"""A sheet of paper to set text and tables on: millimetres from the top left corner, lines broken by measured widths."""

from __future__ import annotations

import math
from collections.abc import Sequence
from dataclasses import dataclass
from functools import cache
from pathlib import Path
from typing import Any

import matplotlib
from matplotlib.axes import Axes
from matplotlib.backends.backend_agg import FigureCanvasAgg
from matplotlib.figure import Figure
from matplotlib.patches import FancyBboxPatch, Rectangle
from PIL import ImageFont

from gaitlab.report.style import INK, MM_PER_INCH, MUTED, RULE

MM_PER_POINT = MM_PER_INCH / 72.0
LINE_SPACING = 1.32
LEAST_PT = 4.0  # of type that is set smaller to fit; chosen by us
ROUNDING = 1e-9
CELL_EDGES_MM = 1.8  # of a table's cell, left and right of its text together
_GAUGE_SIZE = 200  # size at which the font is measured, large so that rounding does not matter


@cache
def _gauge(bold: bool) -> ImageFont.FreeTypeFont:
    name = "DejaVuSans-Bold.ttf" if bold else "DejaVuSans.ttf"
    return ImageFont.truetype(str(Path(matplotlib.get_data_path()) / "fonts" / "ttf" / name), _GAUGE_SIZE)


def text_width_mm(words: str, size_pt: float, *, bold: bool = False) -> float:
    """Width of a line of text on paper."""
    return float(_gauge(bold).getlength(words)) / _GAUGE_SIZE * size_pt * MM_PER_POINT


def broken(words: str, width_mm: float, size_pt: float, *, bold: bool = False) -> list[str]:
    """The text in lines no wider than `width_mm`; a word that is wider by itself is cut."""
    lines: list[str] = []
    for word in words.split():
        trial = f"{lines[-1]} {word}" if lines else word
        if lines and text_width_mm(trial, size_pt, bold=bold) <= width_mm:
            lines[-1] = trial
        else:
            lines += _cut(word, width_mm, size_pt, bold)
    return lines or [""]


def shortened(words: str, width_mm: float, size_pt: float, *, bold: bool = False) -> str:
    """The text with as much of its middle left out as makes it no wider than `width_mm`: names differ at their ends."""
    for left in range(len(words), 0, -1):
        text = words if left == len(words) else f"{words[: (left + 1) // 2]}…{words[len(words) - left // 2 :]}"
        if text_width_mm(text, size_pt, bold=bold) <= width_mm * (1.0 + ROUNDING):
            return text
    return "…"


def broken_label(words: str, *, width_mm: float, size_pt: float) -> str:
    """A long label in several lines, for an axis."""
    return "\n".join(broken(words, width_mm, size_pt))


def _cut(word: str, width_mm: float, size_pt: float, bold: bool) -> list[str]:
    pieces = [""]
    for letter in word:
        if pieces[-1] and text_width_mm(pieces[-1] + letter, size_pt, bold=bold) > width_mm:
            pieces.append("")
        pieces[-1] += letter
    return pieces


@dataclass(frozen=True)
class Paper:
    """One page; every place is (mm from left, mm from top), every type size is multiplied by `type_scale`."""

    figure: Figure
    ground: Axes
    width_mm: float
    height_mm: float
    type_scale: float

    @classmethod
    def blank(cls, width_mm: float, height_mm: float, *, type_scale: float = 1.0) -> Paper:
        """An empty page of that size."""
        figure = Figure(figsize=(width_mm / MM_PER_INCH, height_mm / MM_PER_INCH))
        FigureCanvasAgg(figure)
        ground = figure.add_axes((0.0, 0.0, 1.0, 1.0))
        ground.set_xlim(0, width_mm)
        ground.set_ylim(height_mm, 0)
        ground.set_axis_off()
        return cls(figure, ground, width_mm, height_mm, type_scale)

    def line(
        self,
        x: float,
        y: float,
        words: str,
        *,
        size: float = 8.0,
        bold: bool = False,
        colour: str = INK,
        align: str = "left",
        width: float = math.inf,
    ) -> None:
        """One line of text whose baseline is at `y`; what would be wider than `width` is set smaller, then shortened."""
        weight = "bold" if bold else "normal"
        if (wide := text_width_mm(words, self.type_scale * size, bold=bold)) > width:
            size = max(size * width / wide, min(size, LEAST_PT / self.type_scale))
            words = shortened(words, width, self.type_scale * size, bold=bold)
        self.ground.text(
            x, y, words, fontsize=self.type_scale * size, fontweight=weight, color=colour, ha=align, va="baseline"
        )

    def paragraph(
        self, x: float, y: float, words: str, *, width: float, size: float = 8.0, bold: bool = False, colour: str = INK
    ) -> float:
        """Text broken to `width`, first baseline one line below `y`; gives back the y below it."""
        step = self.type_scale * size * MM_PER_POINT * LINE_SPACING
        for words_of_line in broken(words, width, self.type_scale * size, bold=bold):
            y += step
            self.line(x, y, words_of_line, size=size, bold=bold, colour=colour)
        return y

    def heading(self, x: float, y: float, words: str, *, width: float) -> float:
        """A section's heading with a rule under it; gives back the y below it."""
        self.line(x, y + 4.0, words, size=9.5, bold=True)
        self.rule(x, y + 5.6, width, colour=INK)
        return y + 6.4

    def rule(self, x: float, y: float, width: float, *, colour: str = RULE) -> None:
        """A thin level line."""
        self.ground.plot([x, x + width], [y, y], color=colour, lw=0.6, solid_capstyle="butt")

    def box(
        self, x: float, y: float, width: float, height: float, *, fill: str, edge: str = MUTED, radius: float = 0.0
    ) -> None:
        """A filled box behind the text, with rounded corners if asked."""
        look: dict[str, Any] = {"facecolor": fill, "edgecolor": edge, "lw": 0.8, "zorder": 0}
        if radius:
            round_box = f"round,pad=0,rounding_size={radius}"
            self.ground.add_patch(FancyBboxPatch((x, y), width, height, boxstyle=round_box, **look))
        else:
            self.ground.add_patch(Rectangle((x, y), width, height, **look))

    def inset(self, x: float, y: float, width: float, height: float) -> Axes:
        """Axes that fill a place on the page."""
        place = (x / self.width_mm, 1.0 - (y + height) / self.height_mm, width / self.width_mm, height / self.height_mm)
        return self.figure.add_axes(place)

    def table(
        self,
        x: float,
        y: float,
        widths: Sequence[float],
        rows: Sequence[Sequence[str]],
        *,
        heads: Sequence[str],
        row_mm: float,
        size: float,
    ) -> float:
        """A ruled table, first column bold, heads small and muted above; gives back the y below it."""
        stops = [x + sum(widths[:k]) for k in range(len(widths))]
        for stop, head, width in zip(stops, heads, widths, strict=True):
            self.line(stop + 1.0, y + 3.2, head, size=6.8, colour=MUTED, width=width - CELL_EDGES_MM)
        y += 4.6
        self.rule(x, y, sum(widths), colour=MUTED)
        for row in rows:
            for column, (stop, cell, width) in enumerate(zip(stops, row, widths, strict=True)):
                base = y + 0.68 * row_mm
                self.line(stop + 1.0, base, cell, size=size, bold=column < 2, width=width - CELL_EDGES_MM)
            y += row_mm
            self.rule(x, y, sum(widths))
        return y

● Goal of the exercise: For every line of the material above that contains the word "ground", show the line.

● Exercise answer:
    ground: Axes
        ground = figure.add_axes((0.0, 0.0, 1.0, 1.0))
        ground.set_xlim(0, width_mm)
        ground.set_ylim(height_mm, 0)
        ground.set_axis_off()
        return cls(figure, ground, width_mm, height_mm, type_scale)
        self.ground.text(
        self.ground.plot([x, x + width], [y, y], color=colour, lw=0.6, solid_capstyle="butt")
            self.ground.add_patch(FancyBboxPatch((x, y), width, height, boxstyle=round_box, **look))
            self.ground.add_patch(Rectangle((x, y), width, height, **look))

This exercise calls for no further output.